Backup can be a complicated science. SuperDuper’s interface confirms your settings with clearly-worded summaries. The extensive documentation provides further guidance.

Depending on how you use your Mac you might want to maintain multiple backup versions. You could run a full backup once a week. You could run a changes-only backup every day that runs quickly and backs up the day’s work. SuperDuper can also create a mirror-type backup that deletes files in the backup that you’ve deleted on your working disk.

How you use your Mac drives your strategy. You have to ask yourself how far back you might need to go. Do you need to recover important files you’ve deleted? Or go back to a previous day’s version? Consider those kinds of questions as you develop your strategy. Disk space is less expensive all the time. A 500GB drive can hold multiple backup versions of your Macbook’s drive.

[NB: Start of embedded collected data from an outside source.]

def test_curved_interfaces_and_lateral_velocity_give_the_least_time_path():
    # Fermat's principle: the traced time equals the minimum of the same total time found
    # by a general-purpose optimiser over the (x, y) of the three path points
    X, Y = SPEC.coords()
    wt = 95.0 - 0.4 * np.sin(X / 25.0) * np.cos(Y / 30.0) + 0.01 * X
    rock = 70.0 - 0.1 * X + 3.0 * np.exp(-((X - 10) ** 2 + (Y + 5) ** 2) / (2 * 20.0**2))
    th = np.array([[620.0, 0.5, 0.9, -22.0], [1600.0, 0.3, -0.2, 0.0]])
    model = LayeredModel(SPEC, np.stack([wt, rock]), th, [[0, 0, 97.5], [0, 0, 82.5]])
    S = np.array([[-20.0, 5.0, 100.2], [3.0, -12.0, 99.8]])
    R = np.array([[25.0, -3.0, 100.0], [-30.0, 14.0, 100.3]])
    p = trace_reflections(model, S, R, np.ones(2, int))
    assert np.all(p.valid)
    iface, layer = path_layout(1)
    for i in range(2):

        def total(xy, i=i):
            xy = xy.reshape(3, 2)
            z, zx, zy = nodes.interface_values(model.elevation_m, SPEC, xy[:, 0], xy[:, 1], 1, surface=iface)
            E = np.vstack([S[i], np.column_stack([xy, z]), R[i]])
            o = velocity.leg_times(E[:-1], E[1:], th[layer], model.centre_m[layer], hessian=False)
            g = o["gB"][:-1] + o["gA"][1:]  # gradient at the three points (checked by finite differences above)
            return float(np.sum(o["t"])), np.column_stack([g[:, 0] + g[:, 2] * zx, g[:, 1] + g[:, 2] * zy]).ravel()

        x0 = p.point_xyz[i, :, :2].ravel() + np.array([1.5, -1.0, 2.0, 1.0, -1.0, 0.5])
        res = minimize(total, x0, jac=True, method="L-BFGS-B", options={"ftol": 1e-16, "gtol": 1e-14})
        # a quasi-Newton minimiser from a perturbed start stops within ~1e-12 s of the minimum;
        # Newton's stationary point must be that minimum
        assert p.time_s[i] <= res.fun + 1e-11
        assert p.time_s[i] == pytest.approx(res.fun, abs=1e-10)
        assert np.allclose(res.x, p.point_xyz[i, :, :2].ravel(), atol=1e-3)
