class SegyBlockReader:
    """Reads blocks of panels of a described SEG-Y file (read-only).

    It carries the file's description (``info`` and ``layout``), so a worker process can read
    blocks without reading every header again; pickling leaves the open handle behind, and the
    copy opens its own on first use.
    """

    def __init__(self, path: str, info: SectionInfo, layout: TraceLayout, handle: segyio.SegyFile | None = None,
                 endian: str = "big"):
        self.path, self.info, self.layout, self.endian = path, info, layout, endian
        self._handle = handle
        self._owns_handle = handle is None

    def __getstate__(self) -> dict:
        return {"path": self.path, "info": self.info, "layout": self.layout, "endian": self.endian}

    def __setstate__(self, state: dict) -> None:
        self.__init__(state["path"], state["info"], state["layout"], endian=state.get("endian", "big"))

    def _file(self) -> segyio.SegyFile:
        if self._handle is None:
            try:
                self._handle = segyio.open(self.path, "r", ignore_geometry=True, endian=self.endian)
            except (RuntimeError, ValueError, OSError) as err:
                raise PitfallsInputError(self.path, "", f"cannot be read as SEG-Y ({_one_line(err)})",
                                         "check that the file was not changed or removed during the scan") from err
        return self._handle

    def read_block(self, first_panel: int, stop_panel: int) -> Block:
        """Panels ``first_panel`` up to (not including) ``stop_panel``; NaN where a volume has no trace."""
        info, layout = self.info, self.layout
        if layout.geometry == "2d":
            panel = Section(data=self._read_traces(np.arange(info.n_traces)), dt_ms=info.dt_ms, t0_ms=info.t0_ms,
                            trace_spacing_m=info.trace_spacing_m, trace_numbers=layout.trace_numbers,
                            name=os.path.basename(self.path))
            return Block(0, (panel,))
        rows = layout.grid[first_panel:stop_panel]
        data = np.full(rows.shape + (info.n_samples,), np.nan, dtype=np.float32)
        present = rows >= 0
        data[present] = self._read_traces(rows[present])
        panels = []
        for offset, inline_index in enumerate(range(first_panel, stop_panel)):
            inline_number = int(layout.inline_numbers[inline_index])
            panels.append(Section(data=data[offset], dt_ms=info.dt_ms, t0_ms=info.t0_ms,
                                  trace_spacing_m=info.trace_spacing_m, trace_numbers=layout.xline_numbers,
                                  inline_number=inline_number, name=f"inline {inline_number}"))
        return Block(first_panel, tuple(panels))

    def _read_traces(self, indices: np.ndarray) -> np.ndarray:
        """Traces by file index, in the order given; each run of consecutive indices is one read."""
        handle = self._file()
        indices = np.asarray(indices, dtype=np.int64)
        out = np.empty((len(indices), self.info.n_samples), dtype=np.float32)
        if indices.size == 0:
            return out
        order = np.argsort(indices, kind="stable")
        ordered = indices[order]
        breaks = np.flatnonzero(np.diff(ordered) != 1) + 1
        try:
            for run in np.split(np.arange(ordered.size), breaks):
                first, last = int(ordered[run[0]]), int(ordered[run[-1]])
                out[order[run]] = handle.trace.raw[first:last + 1]
        except (RuntimeError, OSError, ValueError) as err:
            raise PitfallsInputError(self.path, "", f"traces cannot be read ({_one_line(err)})",
                                     "the file may be truncated or damaged; export it again") from err
        screen_traces(out)
        return out

    def close(self) -> None:
        if self._handle is not None and self._owns_handle:
            self._handle.close()
            self._handle = None


BYTES_PER_SAMPLE = {1: 4, 2: 4, 3: 2, 5: 4, 6: 8, 8: 1, 9: 8, 10: 4, 11: 2, 12: 8, 15: 3, 16: 1, 7: 3}
"""Sample format code (binary header bytes 3225-3226) -> bytes per sample (SEG-Y rev 1 and rev 2)."""


MIN_SAMPLES = 2
"""Fewest samples per trace a section may have: one sample holds no reflection to measure."""
MIN_TRACES = 2
"""Fewest traces a section may have: the checks compare neighbouring traces."""
MIN_INTERVAL_US, MAX_INTERVAL_US = 250, 20_000
"""Sample intervals accepted, in microseconds. The checks' windows are set in milliseconds, so
their working arrays grow as 1 / interval: at 0.25 ms a 600-trace line already takes several
times the memory and time of 1 ms data, and finer sampling (site-survey data at tens of us) must
be resampled first. 20 ms is far coarser than any post-stack section (common practice)."""
MAX_RECORD_MS = 100_000.0
"""Longest record accepted (n_samples x interval): no post-stack section is longer (common practice)."""
_BYTE_ORDER_MARK = 0x01020304
"""SEG-Y rev 2 binary header bytes 3297-3300: this integer as written tells the byte order."""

SuperDuper suggests using a dedicated disk to store your backup. But you can also store your backup in an image file that can be restored to a disk and booted from. If you plan on using an external disk consider Firewire for its flexibility and speed.

Your disk could fail any day. Murphy’s Macbook Pro died without warning. A few weeks later the G5 wouldn’t boot. If you haven’t been backing up you should at least download the free version of SuperDuper today and make yourself a full backup.